Exercise prompt ▸
Report every line of the data that includes "echo".

[Stored items]
———

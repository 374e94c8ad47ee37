import { execFile } from "node:child_process";
import { promisify } from "node:util";
import { expect, test } from "@playwright/test";
import { signInAs } from "../support/browser";
import { anonymous, signedIn } from "../support/session";
import { createTankWithDevice } from "../support/fleet";

// The screens kit in use: the alarm table sorts from its headers (through the API's ?sort=), and a
// role change asks first and can be undone.

const run = promisify(execFile);
// Speed of sound in dry air at 20 °C (REFERENCES.md §1), for echo times of a known level.
const C_20 = 343.215;

test.beforeAll(async () => {
  test.setTimeout(180_000);
  const admin = await signedIn("admin@halftrip.test");
  // Two sites, each with a tank over its H setpoint, so the alarm list has rows from more than one site.
  for (let i = 0; i < 2; i++) {
    const fleet = await createTankWithDevice(admin);
    await admin.put(`/api/assets/${fleet.tank.id}/setpoints`).send({ setpoints: { h: { value: 1.5, on_delay_s: 0 } } }).expect(200);
    // Level 2.0 m under a sensor 3 m up: echo t = 2·(3 − 2.0)/c (REFERENCES.md §2).
    const echo = Math.round(((2 * (3 - 2.0)) / C_20) * 1e7) / 10;
    const start = Date.now() - 6 * 60_000;
    const readings = Array.from({ length: 6 }, (_, k) => ({ seq: k + 1, at: new Date(start + k * 60_000).toISOString(), channel: 0, echo_us: echo, air_temp_c: 20 }));
    const res = await anonymous().post("/api/v1/readings").set("Authorization", `Bearer ${fleet.apiKey}`).send({ readings });
    expect(res.status).toBe(202);
  }
  await run("npx", ["tsx", "workers/worker.ts", "--once"], { env: { ...process.env, WORKER_QUIET: "1" }, timeout: 120_000 });
});

test("the alarm table sorts from its headers, with aria-sort, and keeps the sort in the URL", async ({ page }) => {
  const operator = await signedIn("operator@halftrip.test");
  await signInAs(page, "operator@halftrip.test");
  await page.goto("/alarms?state=all");
  const table = page.getByRole("region", { name: "Alarms" });
  const siteHeader = table.getByRole("columnheader", { name: /Site/ });
  await expect(siteHeader).toHaveAttribute("aria-sort", "none");
  await expect(table.getByRole("columnheader", { name: /Priority/ })).toHaveAttribute("aria-sort", "ascending");

  const shownSites = async () => (await table.locator("tbody tr td[data-label='Site']").allTextContents()).map((t) => t.trim());
  const apiSites = async (sort: string) =>
    ((await operator.get(`/api/alarms?sort=${sort}&page_size=50`).expect(200)).body.items as { site: { name: string } }[]).map((a) => a.site.name);

  await siteHeader.getByRole("button").click();
  await expect(page).toHaveURL(/sort=site(&|$)/);
  await expect(siteHeader).toHaveAttribute("aria-sort", "ascending");
  await expect.poll(shownSites).toEqual(await apiSites("site"));

  await siteHeader.getByRole("button").click();
  await expect(page).toHaveURL(/sort=-site/);
  await expect(siteHeader).toHaveAttribute("aria-sort", "descending");
  const descending = await apiSites("-site");
  await expect.poll(shownSites).toEqual(descending);
  expect(new Set(descending).size).toBeGreaterThan(1);

  // The sort survives a reload; clearing the filters keeps it.
  await page.reload();
  await expect(siteHeader).toHaveAttribute("aria-sort", "descending");
  await page.getByRole("button", { name: "Clear filters" }).click();
  await expect(page).not.toHaveURL(/state=/);
  await expect(page).toHaveURL(/sort=-site/);
});

test("a role change asks first, says what the role may do, and can be undone", async ({ page }) => {
  const admin = await signedIn("admin@halftrip.test");
  const email = `kit-${Date.now()}@halftrip.test`;
  const roleOf = async () => ((await admin.get("/api/users").expect(200)).body.items as { email: string; role: string }[]).find((u) => u.email === email)?.role;
  await signInAs(page, "admin@halftrip.test");
  await page.goto("/users");

  // The invite form checks the shared schema before sending.
  await page.getByLabel("E-mail").fill("not-an-address");
  await page.getByRole("button", { name: "Send invite" }).click();
  await expect(page.getByText("Enter a valid e-mail address")).toBeVisible();
  await page.getByLabel("E-mail").fill(email);
  await page.getByLabel("Role", { exact: true }).selectOption("viewer");
  await page.getByRole("button", { name: "Send invite" }).click();
  await expect(page.getByRole("status").filter({ hasText: `Invite sent to ${email}` })).toBeVisible();
  await expect.poll(roleOf).toBe("viewer");

  const role = page.getByLabel(`Role of ${email}`);
  // Picking a role only asks; Cancel leaves everything as it was.
  await role.selectOption("technician");
  const dialog = page.getByRole("dialog", { name: `Make ${email} a technician?` });
  await expect(dialog).toContainText("record manual dips");
  await dialog.getByRole("button", { name: "Cancel" }).click();
  await expect(dialog).toHaveCount(0);
  await expect(role).toHaveValue("viewer");
  expect(await roleOf()).toBe("viewer");

  // Confirmed, it is saved; Undo puts the old role back.
  await role.selectOption("technician");
  await page.getByRole("dialog").getByRole("button", { name: "Change role to technician" }).click();
  const toast = page.getByRole("status").filter({ hasText: `${email} is now technician` });
  await expect(toast).toBeVisible();
  await expect.poll(roleOf).toBe("technician");
  await toast.getByRole("button", { name: "Undo" }).click();
  await expect.poll(roleOf).toBe("viewer");
  await expect(role).toHaveValue("viewer");
});
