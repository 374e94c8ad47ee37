import { getToken } from "next-auth/jwt";
import { NextResponse, type NextRequest } from "next/server";

// Cheap first gate (no database): signed-out page requests go to sign-in. Route handlers and pages still
// check the session and role themselves through requirePermission/requirePageUser.
const PUBLIC_PREFIXES = ["/sign-in", "/invite/", "/ack/", "/_next/", "/favicon", "/wordmark", "/manifest.webmanifest", "/icons/"];

export async function proxy(req: NextRequest) {
  const { pathname, search } = req.nextUrl;
  if (PUBLIC_PREFIXES.some((p) => pathname.startsWith(p))) return NextResponse.next();
  const token = await getToken({ req, secret: process.env.AUTH_SECRET ?? process.env.NEXTAUTH_SECRET });
  if (token) return NextResponse.next();
  const url = req.nextUrl.clone();
  url.pathname = "/sign-in";
  url.search = pathname === "/" ? "" : `?callbackUrl=${encodeURIComponent(pathname + search)}`;
  return NextResponse.redirect(url);
}

// Route handlers check their own session or device key; keeping them out of the proxy saves a hop on the ingest path.
export const config = { matcher: ["/((?!api/|_next/static|_next/image|.*\\.svg$).*)"] };
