import fs from "node:fs";
import { expect, test } from "@playwright/test";
import { signInAs } from "../support/browser";
import { signedIn, type Agent } from "../support/session";
import { runWorkerOnce } from "../support/worker";
import { csvByName } from "../support/csv";
import { provisionTankInAlarm, userIds } from "../support/field-fleet";

// The alarm screens that had no browser test: an alarm's page and its actions, alarm health against the
// benchmarks, the setpoint and on-call editors; and the CSV exports, checked by their header.

let tank: Awaited<ReturnType<typeof provisionTankInAlarm>>;
let operator: Agent;
let alarmId: string;

test.beforeAll(async () => {
  test.setTimeout(180_000);
  const admin = await signedIn("admin@halftrip.test");
  operator = await signedIn("operator@halftrip.test");
  tank = await provisionTankInAlarm(admin);
  await runWorkerOnce();
  const list = await operator.get(`/api/alarms?asset_id=${tank.tank.id}&kind=h&state=normal,active`).expect(200);
  alarmId = list.body.items[0].id;
});

test("an alarm's page: its state now, its events and e-mails; acknowledging it is recorded as the operator", async ({ page }) => {
  await signInAs(page, "operator@halftrip.test");
  await page.goto(`/alarms/${alarmId}`);
  await expect(page.getByRole("heading", { level: 1, name: `H level · ${tank.tank.name}` })).toBeVisible();
  await expect(page.getByRole("note")).toContainText("not an overfill-prevention or safety system");
  const now = page.getByRole("region", { name: "Now" });
  await expect(now).toContainText("Unacknowledged");
  await expect(now).toContainText("Medium");
  const events = page.getByRole("region", { name: "Events" });
  await expect(events.getByRole("row").filter({ hasText: "activated" })).toHaveCount(1);
  const mails = page.getByRole("region", { name: "E-mails" });
  await expect(mails.getByRole("row").filter({ hasText: "technician@halftrip.test" })).toContainText("First notice");

  await page.getByRole("group", { name: "Actions" }).getByRole("button", { name: "Acknowledge" }).click();
  const dialog = page.getByRole("dialog");
  await dialog.getByLabel("Comment (optional)").fill("seen from the alarm page");
  await dialog.getByRole("button", { name: "Acknowledge" }).click();
  await expect(dialog).toHaveCount(0, { timeout: 30_000 });
  await expect(now).toContainText("Acknowledged");
  await expect(now).toContainText("by operator@halftrip.test");
  await expect(events.getByRole("row").filter({ hasText: "seen from the alarm page" })).toContainText("operator@halftrip.test");
  await expect(page.getByRole("group", { name: "Actions" }).getByRole("button", { name: "Acknowledge" })).toHaveCount(0);
  const stored = (await operator.get(`/api/alarms/${alarmId}`).expect(200)).body;
  expect(stored.state).toBe("acknowledged");
});

test("alarm health for one site: each measure beside its benchmark, and the site's alarm among the most frequent", async ({ page }) => {
  await signInAs(page, "operator@halftrip.test");
  await page.goto("/alarm-health");
  await page.getByLabel("Site", { exact: true }).selectOption({ label: tank.site.name });
  await expect(page).toHaveURL(new RegExp(`site_id=${tank.site.id}`));
  const benchmarks = page.getByRole("region", { name: "Against the benchmarks" });
  for (const measure of ["Alarms per 10 min, average", "Alarms per day, average", "Chattering alarms", "Share of the 10 most frequent alarms"]) {
    await expect(benchmarks.getByRole("row").filter({ has: page.getByRole("cell", { name: measure, exact: true }) })).toHaveCount(1);
  }
  // Every verdict is said in words.
  const verdicts = await benchmarks.locator("td[data-label='Verdict']").allTextContents();
  expect(verdicts.length).toBeGreaterThan(0);
  for (const v of verdicts) expect(["Within", "Manageable", "Beyond", "No data"]).toContain(v.trim());
  // One activation at this site in the period: its H alarm is the only one in the top 10.
  const top = page.getByRole("region", { name: "The 10 most frequent alarms" });
  await expect(top.getByRole("row")).toHaveCount(2);
  await expect(top.getByRole("row").nth(1)).toContainText(tank.tank.name);
  await expect(top.locator("td[data-label='Activations']")).toHaveText("1");
  await expect(page.getByRole("region", { name: "Chattering alarms" })).toContainText("None");
});

test("the setpoint editor reads a decimal comma, refuses setpoints out of order, and saves", async ({ page }) => {
  await signInAs(page, "operator@halftrip.test");
  await page.goto(`/alarms/setpoints/${tank.tank.id}`);
  const h = page.getByRole("group", { name: "H setpoint", exact: true });
  await expect(h.getByLabel("H setpoint", { exact: true })).toHaveValue("on");
  await expect(h.getByLabel("H (m)", { exact: true })).toHaveValue("2");

  // L above H is refused, and nothing is stored.
  const l = page.getByRole("group", { name: "L setpoint", exact: true });
  await l.getByLabel("L setpoint", { exact: true }).selectOption("on");
  await l.getByLabel("L (m)", { exact: true }).fill("2,5");
  await page.getByRole("button", { name: "Save setpoints" }).click();
  await expect(page.getByText(/L must be below H/)).toBeVisible({ timeout: 30_000 });
  expect((await operator.get(`/api/assets/${tank.tank.id}/setpoints`).expect(200)).body.setpoints.l).toBeNull();

  // "2,1" is 2.1 m, not 21 m.
  await h.getByLabel("H (m)", { exact: true }).fill("2,1");
  await l.getByLabel("L (m)", { exact: true }).fill("0,6");
  await page.getByRole("button", { name: "Save setpoints" }).click();
  await expect(page.getByRole("status").filter({ hasText: "Setpoints saved." })).toBeVisible({ timeout: 30_000 });
  const saved = (await operator.get(`/api/assets/${tank.tank.id}/setpoints`).expect(200)).body.setpoints;
  expect(saved.h.value_m).toBeCloseTo(2.1, 6);
  expect(saved.l.value_m).toBeCloseTo(0.6, 6);
  expect(saved.l.enabled).toBe(true);

  // A viewer sees the values but cannot change them.
  await page.context().clearCookies();
  await signInAs(page, "viewer@halftrip.test");
  await page.goto(`/alarms/setpoints/${tank.tank.id}`);
  await expect(page.getByRole("group", { name: "H setpoint", exact: true }).getByLabel("H (m)", { exact: true })).toBeDisabled();
  await expect(page.getByRole("button", { name: "Save setpoints" })).toHaveCount(0);
});

test("the on-call editor adds, reorders and removes people, and saves the escalation order", async ({ page }) => {
  const [technician, operatorId] = await userIds(["technician@halftrip.test", "operator@halftrip.test"]);
  const order = async () => ((await operator.get(`/api/sites/${tank.site.id}/on-call`).expect(200)).body.entries as { user_id: string }[]).map((e) => e.user_id);
  await signInAs(page, "operator@halftrip.test");
  await page.goto(`/alarms/on-call/${tank.site.id}`);
  const list = page.getByRole("list", { name: "On call, in escalation order" });
  await expect(list.getByRole("listitem")).toHaveCount(1);
  await expect(list.getByRole("listitem").first()).toContainText("technician@halftrip.test");

  await page.getByLabel("Add a person").selectOption(operatorId);
  await page.getByRole("button", { name: "Add", exact: true }).click();
  await expect(list.getByRole("listitem")).toHaveCount(2);
  await page.getByRole("button", { name: "Move operator@halftrip.test up" }).click();
  await expect(list.getByRole("listitem").first()).toContainText("operator@halftrip.test");
  await page.getByRole("button", { name: "Save the list" }).click();
  await expect(page.getByRole("status").filter({ hasText: "On-call list saved." })).toBeVisible({ timeout: 30_000 });
  expect(await order()).toEqual([operatorId, technician]);

  await page.getByRole("button", { name: "Remove operator@halftrip.test" }).click();
  await page.getByRole("button", { name: "Save the list" }).click();
  await expect(page.getByRole("status").filter({ hasText: "On-call list saved." })).toBeVisible({ timeout: 30_000 });
  expect(await order()).toEqual([technician]);
});

test("exports: the measurements and alarm-event CSVs download with their documented columns", async ({ page }) => {
  await signInAs(page, "operator@halftrip.test");
  await page.goto("/exports");
  const measurements = page.getByRole("region", { name: "Measurements" });
  await measurements.getByLabel("Site", { exact: true }).selectOption({ label: tank.site.name });
  await measurements.getByRole("checkbox", { name: new RegExp(tank.tank.name) }).check();
  const [download] = await Promise.all([page.waitForEvent("download"), measurements.getByRole("link", { name: "Download measurements CSV" }).click()]);
  const { header, rows } = csvByName(fs.readFileSync((await download.path())!, "utf8"));
  // The measurement fields of PRODUCT.md's management API, each a column of the export.
  for (const column of ["at", "status", "tof_us", "air_temp_c", "speed_of_sound_ms", "distance_m", "level_m", "volume_l", "fill_pct", "occupied", "uncertainty_m"]) {
    expect(header).toContain(column);
  }
  // The nine readings of provisionTankInAlarm, all of this tank.
  expect(rows).toHaveLength(9);
  expect(new Set(rows.map((r) => r.asset))).toEqual(new Set([tank.tank.name]));

  const alarms = page.getByRole("region", { name: "Alarm events" });
  const [alarmFile] = await Promise.all([page.waitForEvent("download"), alarms.getByRole("link", { name: "Download alarm events CSV" }).click()]);
  const events = csvByName(fs.readFileSync((await alarmFile.path())!, "utf8"));
  expect(events.header.length).toBeGreaterThan(3);
  expect(events.rows.some((r) => Object.values(r).includes(tank.tank.name))).toBe(true);
});
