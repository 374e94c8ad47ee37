/** @type {import('next').NextConfig} */
const nextConfig = {
  output: "standalone",
  serverExternalPackages: ["sequelize", "pg", "pg-hstore", "bcryptjs", "nodemailer", "smtp-server", "mailparser"],
  poweredByHeader: false,
};

export default nextConfig;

———

Task response ▸
// Speed of sound in dry air at 20 °C (REFERENCES.md §1), for echo times of a known level.
    // Level 2.0 m under a sensor 3 m up: echo t = 2·(3 − 2.0)/c (REFERENCES.md §2).
    const echo = Math.round(((2 * (3 - 2.0)) / C_20) * 1e7) / 10;
    const readings = Array.from({ length: 6 }, (_, k) => ({ seq: k + 1, at: new Date(start + k * 60_000).toISOString(), channel: 0, echo_us: echo, air_temp_c: 20 }));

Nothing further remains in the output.